Tyrosinases and catechol oxidases are members of the class of type III copper enzymes. While tyrosinases accept both mono- and o-diphenols as substrates, only the latter substrate is converted by catechol oxidases. Researchers have been working for decades to elucidate the monophenolase/diphenolase specificity on a structural level and have introduced an early hypothesis that states that the reason for the lack of monophenolase activity in catechol oxidases may be its structurally restricted active site. However, recent structural and biochemical studies of this enzyme class have raised doubts about this theory. Herein, the first crystal structure of a plant tyrosinase (from Juglans regia) is presented.

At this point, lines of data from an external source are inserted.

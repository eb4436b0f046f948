import { readFile } from 'node:fs/promises';
import path from 'node:path';
import * as z from 'zod/mini';
import type { KeptHead } from '../../features/audit/verify-chain.ts';
import { type VerifiedChain, verifyTrail } from '../../features/audit/verify-trail.ts';
import type { CommandContext, ExitCode } from '../command.ts';
import { withHomeDatabase } from '../home-database.ts';
import { WrongUse } from './command-arguments.ts';
import { printResult, say } from './print-result.ts';

/** A line that an earlier `muslin audit verify` printed. */
const KeptLine = z.object({
  teamId: z.nullable(z.uuid()),
  events: z.int().check(z.gte(0)),
  hash: z.string().check(z.regex(/^[0-9a-f]{64}$/)),
});

/**
 * `muslin audit verify [KEPT]`: every chain of the audit trail from its first event to its last, one line each. With what an
 * earlier call printed, kept where nobody reaches who reaches the database, a chain that was written anew as a whole shows too.
 */
export async function audit(context: CommandContext): Promise<ExitCode> {
  const [what, keptFile, ...rest] = context.args;
  if (what !== 'verify' || rest.length > 0) throw new WrongUse('Use: muslin audit verify [KEPT.jsonl]');
  const kept = keptFile === undefined ? [] : await readKept(path.resolve(context.callerDir, keptFile));
  const brokenChains = await withHomeDatabase(context, async (db) => {
    let count = 0;
    for await (const chain of verifyTrail(db, kept)) {
      if (chain.broken !== null) count += 1;
      printResult(lineOf(chain));
    }
    return count;
  });
  if (brokenChains === 0)
    say('Every chain of the audit trail is whole. Keep these lines elsewhere to hold it to them.');
  else say(`${brokenChains} of the chains of the audit trail ${brokenChains === 1 ? 'is' : 'are'} broken.`);
  return brokenChains === 0 ? 0 : 1;
}

function lineOf({ head, broken }: VerifiedChain) {
  const { teamId, teamName, events, hash } = head;
  const chain = teamId === null ? 'outside of teams' : (teamName ?? 'a team that is gone');
  return { chain, teamId, events, hash, state: broken === null ? 'whole' : 'broken', firstBroken: broken };
}

async function readKept(file: string): Promise<readonly KeptHead[]> {
  const text = await readFile(file, 'utf8').catch(() => {
    throw new WrongUse(`${file} cannot be read.`);
  });
  return text.split('\n').flatMap((line, index) => {
    if (line.trim() === '') return [];
    const parsed = KeptLine.safeParse(jsonOf(line));
    if (!parsed.success) throw new WrongUse(`${file}, line ${index + 1}: not a line of “muslin audit verify”.`);
    return [parsed.data];
  });
}

function jsonOf(line: string): unknown {
  try {
    return JSON.parse(line);
  } catch {
    return undefined;
  }
}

The structure reveals that the distinction between mono- and diphenolase activity does not depend on the degree of restriction of the active site, and thus a more important role for amino acid residues located at the entrance to and in the second shell of the active site is proposed. Identity crisis: The first plant tyrosinase structure was solved by the means of X-ray crystallography and reveals that, according to an early theory, this tyrosinase should rather be a catechol oxidase. However, its tyrosinase identity was confirmed by kinetic studies. A binding mechanism is suggested that explains its activity despite its catechol-oxidase-like structure.